Duke Students Design Solutions to Help Communities Flourish

Bass Connections team explores equity-centered approaches to specific challenges in education, health, entrepreneurship and innovation..

Communities Flourish

When we tackle complex challenges — such as making education more equitable despite limited resources, or making healthcare more accessible to differently abled people — how can we effectively include human stakeholders in the research and development processes?

Student team members presented their work to date at a recent event held by Duke Innovation & Entrepreneurship (I&E), Duke Pediatrics, Bass Connections and the Divinity School.

Open Design Process

The team utilized open design, which involves four phases: understand, create, evaluate and share. Team leader Aria Chernik explained it as an “equity-centered innovation methodology that is derived from design thinking, putting equity at the center in how we create it and who is with us creating it.” Chernik is associate professor of the practice in the Social Science Research Institute.

The projects all had different areas of focus, but all led with the goal of determining “how communities flourish and how people have an equitable opportunity to flourish,” said team leader Kevin Hoch, I&E managing director for education.

Each group asked a “what if” question, designed three creative possible solutions, and presented stakeholders with concept posters and a prototype.

Projects and Ideas

This group focused on healthcare accessibility for people with intellectual and developmental disabilities (IDD) such as autism and Down syndrome. “Physicians and pediatricians need more of a shared understanding with those with IDD,” said junior Hannah Zelinger, adding that other guiding principles included a more positive environment and empowerment of youth with IDD to gain as much independence as possible.

Public policy master’s student Cameron Love joined Zelinger to give a presentation on the group’s main idea: a community open house where youth with IDD can be directed to community services or medical help as needed. This would ensure a more direct way for youth to receive help beyond the complex healthcare system, which can deter patients from receiving proper help today.

Necessity-Driven Entrepreneurship

Sophomores Jun Woo Kang and Wendy Shi presented their group’s work with a nonprofit called Helius to research necessity-driven entrepreneurship. Helius provides training and coaching for small businesses and necessity-driven entrepreneurs. The group focused on strengthening the overall Helius community and increasing connections to funders.

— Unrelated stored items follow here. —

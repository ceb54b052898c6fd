import { z } from "zod";

/** Characters that a page would act on instead of showing: text direction is turned by them unseen. */
const DIRECTION = /[\u200e\u200f\u061c\u202a-\u202e\u2066-\u2069]/;
const CONTROL = /[\u0000-\u0008\u000b\u000c\u000e-\u001f\u007f-\u009f]/;
const HALF_CHARACTER = /\p{Cs}/u;

/**
 * What is wrong with the characters of a text, as a sentence, or null. Line ends and tabs are allowed only where
 * `lines` says so.
 */
export function troubleIn(text: string, lines = false): string | null {
  if (HALF_CHARACTER.test(text)) return "This contains half of a character; type it again.";
  if (CONTROL.test(text)) return "This contains a control character that cannot be seen; type it again.";
  if (DIRECTION.test(text))
    return "This contains an invisible mark that turns the direction of writing; type it again.";
  if (!lines && /[\n\r\t\u2028\u2029]/.test(text)) return "This must stand on one line.";
  return null;
}

function checked(lines: boolean) {
  return (text: string, context: z.RefinementCtx) => {
    const trouble = troubleIn(text, lines);
    if (trouble) context.addIssue({ code: "custom", message: trouble });
  };
}

/** A line that must not be empty. */
export const line = (what: string, most: number) =>
  z
    .string()
    .trim()
    .normalize("NFC")
    .min(1, `Give ${what}.`)
    .max(most, `At most ${most} characters; a full sentence belongs in the note or the statement.`)
    .superRefine(checked(false));

/** A line that may be left empty, which is then null. */
export const optionalLine = (most: number) =>
  z
    .string()
    .trim()
    .normalize("NFC")
    .max(most, `At most ${most} characters.`)
    .superRefine(checked(false))
    .nullish()
    .transform((text) => text || null);

/** Several lines that may be empty. */
export const lines = (most: number) =>
  z
    .string()
    .trim()
    .normalize("NFC")
    .max(most, `At most ${most.toLocaleString("en-GB")} characters.`)
    .superRefine(checked(true));

/** What makes two refs or labels the same: 7.3(a) and 7.3(A) are two, as in the database; a space at an end is none. */
export const keyOf = (text: string) => text.trim().normalize("NFC");
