import type { Quantity } from "@/lib/symbols/quantity";
import { evaluate } from "@/lib/symbols/quantity";
import type { Twice } from "@/lib/symbols/half";
import { asSignedRoot, squarePart, type SignedRoot } from "@/lib/verify/signed-root";

/** A small generator with a seed, so that a failure can be repeated. */
export function randomFrom(seed: number) {
  let state = seed >>> 0;
  const next = () => {
    state = (state + 0x6d2b79f5) >>> 0;
    let t = state;
    t = Math.imul(t ^ (t >>> 15), t | 1);
    t ^= t + Math.imul(t ^ (t >>> 7), t | 61);
    return ((t ^ (t >>> 14)) >>> 0) / 2 ** 32;
  };
  const whole = (low: number, high: number) => low + Math.floor(next() * (high - low + 1));
  const pick = <T>(items: readonly T[]): T => items[whole(0, items.length - 1)] as T;
  return { next, whole, pick };
}
export type Random = ReturnType<typeof randomFrom>;

/** A 3j symbol or CG coefficient with j ≤ largest that obeys all selection rules and does not vanish. */
export function nonZero(
  random: Random,
  largest: number,
  kind?: Quantity["kind"],
): { quantity: Quantity; value: SignedRoot } {
  for (;;) {
    const quantity = allowed(random, largest, kind ?? random.pick(["3j", "cg"] as const));
    const value = asSignedRoot(evaluate(quantity));
    if (value && value.sign !== 0) return { quantity, value };
  }
}

function allowed(random: Random, largest: number, kind: Quantity["kind"]): Quantity {
  const a = random.whole(0, 2 * largest);
  const b = random.whole(0, 2 * largest);
  const steps = (Math.min(a + b, 2 * largest) - Math.abs(a - b)) / 2;
  const c = Math.abs(a - b) + 2 * random.whole(0, Math.max(0, Math.floor(steps)));
  for (;;) {
    const x = -a + 2 * random.whole(0, a);
    const y = -b + 2 * random.whole(0, b);
    if (Math.abs(x + y) > c) continue;
    const args = kind === "3j" ? [a, b, c, x, y, -(x + y)] : [a, x, b, y, c, x + y];
    return { kind, args: args.map((n) => (n === 0 ? 0 : n) as Twice) };
  }
}

/** The value typed in one of many equal forms. */
export function anyForm(random: Random, value: SignedRoot): string {
  const { sign, n, d } = value;
  if (sign === 0) return random.pick(["0", "0/3", "-0", "0*sqrt(2)", "1-1", "0.0"]);
  const above = squarePart(n);
  const below = squarePart(d);
  const g = BigInt(random.whole(2, 9));
  const rational = above.inside === 1n && below.inside === 1n;
  const size = random.pick([
    () => `sqrt(${n}/${d})`,
    () => `sqrt(${n * g}/${d * g})`,
    () => `sqrt(${n})/sqrt(${d})`,
    () => `sqrt(${n * d})/${d}`,
    () => `${above.outside}*sqrt(${above.inside})/(${below.outside} sqrt(${below.inside}))`,
    () => `${above.outside} sqrt(${above.inside * below.inside}) / ${below.outside * below.inside}`,
    () => `(${n}/${d})^(1/2)`,
    () => `(${d}/${n})^(-1/2)`,
    () => `√(${n}/${d})`,
    () => `${g}*sqrt(${n}/${d * g * g})`,
    () => `(sqrt(${n}/${d}) + ${g})-${g}`,
    () => `1/√(${d}/${n})`,
    () => (rational ? `${above.outside}/${below.outside}` : `√${n} ÷ √${d}`),
    () => (rational ? `${above.outside * g}/${below.outside * g}` : `sqrt(${n}) · ${d}⁻¹ × √${d}`),
  ])();
  if (sign > 0) return size;
  const product = !/ [+-]|\)-/.test(size);
  return product && random.next() < 0.6 ? `${random.pick(["-", "−", "- "])}${size}` : `-(${size})`;
}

The group’s idea, Portal to Success, is a website that would be a connection portal to allow current cohort members to get in touch with past members. In addition, consolidated lessons from Helius would be available on the site.

Community-Based Innovation

Presented by junior Kara Wall, this group researched the question, “How might we create a program that fosters relationships and reflects community needs while promoting equitable and holistic education?” They worked with the Oak Grove AME Zion Church, Campbell University and Harnett County Schools to investigate equitable education opportunities.

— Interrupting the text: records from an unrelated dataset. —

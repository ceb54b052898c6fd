import { describe, expect, it } from "vitest";
import { DEFAULT_CONVENTIONS } from "@/lib/verify/conventions";
import { readQuantity } from "@/lib/verify/read-quantity";
import { readValue } from "@/lib/verify/read-value";
import { verifyClaim } from "@/lib/verify/verify-claim";
import { randomFrom, type Random } from "./random";

const SEED = Number(process.env.FUZZ_SEED ?? 20_261_201);
const PIECES = [
  ..."0123456789().,;|<>{}[]+-*/^√½⅓πi −⟨⟩²⁻¹!:=\\'\"…\0\ud800\u202e",
  "sqrt",
  "sqrt(",
  "pi",
  "(1 1 2; 0 0 0)",
  "<1 0 1 0 | 2 0>",
  "1/2",
  "3/2",
  "__proto__",
  "import",
  "0.5",
  "e5",
  "||",
  "\n",
  "\u{1F600}",
];
const SOUND = [
  "(1 1 2; 0 0 0)",
  "<1/2 1/2 1 -1 | 1/2 -1/2>",
  "sqrt(2/15)",
  "-2*sqrt(30)/15",
  "1/(2 sqrt(3))",
  "30^(-1/2)",
  "0.3651",
  "(1+√2)^2",
];

function fuzzed(random: Random): string {
  if (random.next() < 0.5)
    return Array.from({ length: random.whole(0, 24) }, () => random.pick(PIECES)).join("");
  let text = random.pick(SOUND);
  for (let n = random.whole(1, 4); n > 0; n--) {
    const at = random.whole(0, text.length);
    text =
      text.slice(0, at) +
      (random.next() < 0.6 ? random.pick(PIECES) : "") +
      text.slice(at + random.whole(0, 2));
  }
  return text;
}

describe(`20,000 fuzzed texts (FUZZ_SEED=${SEED})`, () => {
  it("never throw, and errors point inside the text", () => {
    const random = randomFrom(SEED);
    let read = 0;
    for (let n = 0; n < 20_000; n++) {
      const text = fuzzed(random);
      for (const reading of [readQuantity(text, DEFAULT_CONVENTIONS), readValue(text, DEFAULT_CONVENTIONS)]) {
        if (reading.ok) {
          read += 1;
          continue;
        }
        const { at, length, says, found, expected } = reading.error;
        const sound =
          at >= 0 &&
          length >= 0 &&
          at + length <= text.length &&
          says.length > 10 &&
          found !== "" &&
          expected !== "";
        if (!sound) expect({ text, error: reading.error }).toBe("inside the text");
      }
    }
    expect(read).toBeGreaterThan(500);
  });

  it("are verified without a throw", () => {
    const random = randomFrom(SEED + 1);
    for (let n = 0; n < 1_000; n++) {
      const finding = verifyClaim(
        {
          ref: "1",
          quantity: random.next() < 0.5 ? "(1 1 2; 0 0 0)" : fuzzed(random),
          claimed: fuzzed(random),
        },
        DEFAULT_CONVENTIONS,
        { largestJ: 200 },
      );
      expect(finding.reason).not.toBe("");
    }
  });
});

Solution ideas included an immersive two-week summer literacy program that fostered personal development, a month-long equitable after-school pilot, and a summer-long program fostering students’ well-being through a holistic and equitable literacy and STEM curriculum. The group decided to focus on the summer-long option, which prioritizes life skills and personal development.

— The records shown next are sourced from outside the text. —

import { Op, type Transaction } from "sequelize";
import { audit } from "@/lib/audit";
import type { SessionUser } from "@/lib/auth/user";
import { isDuplicate } from "@/lib/errors";
import { conventionsAt } from "@/lib/works/conventions-at";
import { transact } from "@/lib/transact";
import { Claim, ClaimVersion, Flag, Settlement } from "@/models";
import { refTaken } from "./add-claim";
import { findClaim, lockClaim, staleClaim } from "./find-claim";
import { orbitKeyOf } from "./reading";
import type { ClaimText, EditClaim } from "./schema";
import { supersedeFlags } from "./supersede-flag";

export type Edited = {
  id: string;
  version: number;
  /** "version": a new version waits for a run; "ref": only the reference changed; "nothing": all was as it is */
  change: "version" | "ref" | "nothing";
};

/**
 * Changes a claim. Its old text stays in its history; the new version is unchecked until a run, an open flag on the
 * old one is closed, and the person who edits becomes the claimant. Saving the same text once more makes a new version
 * only where a settling asked for one (reword).
 * @throws AppError not_found; forbidden; conflict with details.stored; invalid with fields.ref
 */
export async function editClaim(input: EditClaim, user: SessionUser): Promise<Edited> {
  await findClaim(input.workId, input.claimId, user);
  return transact(async (transaction) => {
    const { claim, access } = await lockClaim(input.workId, input.claimId, user, transaction);
    const same = sameText(claim, input);
    // A second press of the same button: it is saved already.
    if (claim.version !== input.version && same && claim.ref === input.ref && claim.claimantId === user.id)
      return { id: claim.id, version: claim.version, change: "nothing" };
    if (claim.version !== input.version) throw await staleClaim(claim, transaction);
    if (claim.ref !== input.ref) await refuseTaken(claim, input.ref, transaction);

    const before = {
      ref: claim.ref,
      quantity: claim.quantity,
      claimed: claim.claimed,
      note: claim.note,
      page: claim.page,
    };
    const again = same && (await wantsAnotherVersion(claim, transaction));
    if (same && !again && claim.ref === input.ref)
      return { id: claim.id, version: claim.version, change: "nothing" };
    const change = !same || again ? "version" : "ref";
    if (change === "version") {
      const conventions = await conventionsAt(claim.workId, access.work.conventionsVersion, transaction);
      await nextVersion(claim, input, { authorId: user.id, origin: "typed" }, transaction);
      claim.set({ claimantId: user.id, orbitKey: orbitKeyOf(input.quantity, conventions) });
    }
    claim.set({ ref: input.ref });
    await claim.save({ transaction }).catch((error: unknown) => {
      throw isDuplicate(error) ? refTaken(input.ref) : error;
    });
    if (change === "version") await supersedeFlags([claim.id], user.id, transaction);
    await audit(transaction, {
      workId: claim.workId,
      actorId: user.id,
      action: "claim.edit",
      subjectType: "claim",
      subjectId: claim.id,
      before,
      after: {
        ref: input.ref,
        quantity: input.quantity,
        claimed: input.claimed,
        note: input.note,
        page: input.page,
      },
    });
    return { id: claim.id, version: claim.version, change };
  });
}

const sameText = (claim: Claim, text: ClaimText) =>
  claim.quantity === text.quantity &&
  claim.claimed === text.claimed &&
  claim.note === text.note &&
  claim.page === text.page;

async function refuseTaken(claim: Claim, ref: string, transaction: Transaction): Promise<void> {
  const other = await Claim.findOne({
    attributes: ["id"],
    where: { workId: claim.workId, ref, id: { [Op.ne]: claim.id } },
    transaction,
  });
  if (other) throw refTaken(ref);
}

/** Writes the next version and makes it current, unchecked; the caller saves the claim. */
export async function nextVersion(
  claim: Claim,
  text: Pick<ClaimText, "quantity" | "claimed" | "note" | "page">,
  how: { authorId: string; origin: "typed" | "restored"; sourceId?: string },
  transaction: Transaction,
): Promise<void> {
  const { quantity, claimed, note, page } = text;
  const number = claim.current + 1;
  await ClaimVersion.create(
    { workId: claim.workId, claimId: claim.id, number, quantity, claimed, note, page, ...how },
    { transaction },
  );
  claim.set({ current: number, quantity, claimed, note, page, verdict: null, findingId: null });
}

/** Whether a settling asked the claimant to save the claim again after changing the problem. */
async function wantsAnotherVersion(claim: Claim, transaction: Transaction): Promise<boolean> {
  const reworded = await Settlement.findOne({
    attributes: ["id"],
    where: {
      workId: claim.workId,
      word: "reword",
      undoneAt: null,
      claimVersionBefore: claim.current,
      flagId: await flagsOf(claim, transaction),
    },
    transaction,
  });
  return reworded !== null;
}

const flagsOf = async (claim: Claim, transaction: Transaction): Promise<string[]> =>
  (await Flag.findAll({ attributes: ["id"], where: { claimId: claim.id }, transaction })).map(({ id }) => id);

This group explored how to use computer science (CS) education to improve human flourishing. Teachers need an easy-to-implement CS curriculum, educators need to ensure equity in the curriculum, and students need a way to connect with the subject material, explained presenters Ritvik Janamsetty, a sophomore, and Krista Pipho, a Ph.D. student in genetics and genomics.

Their solution was standards mapping, which is a way for educators to fulfill CS standards at the same time as standards for English language arts. A prototype website called TeachTechNC maps the standards and allows school administrators to check off which standards the CS curriculum meets.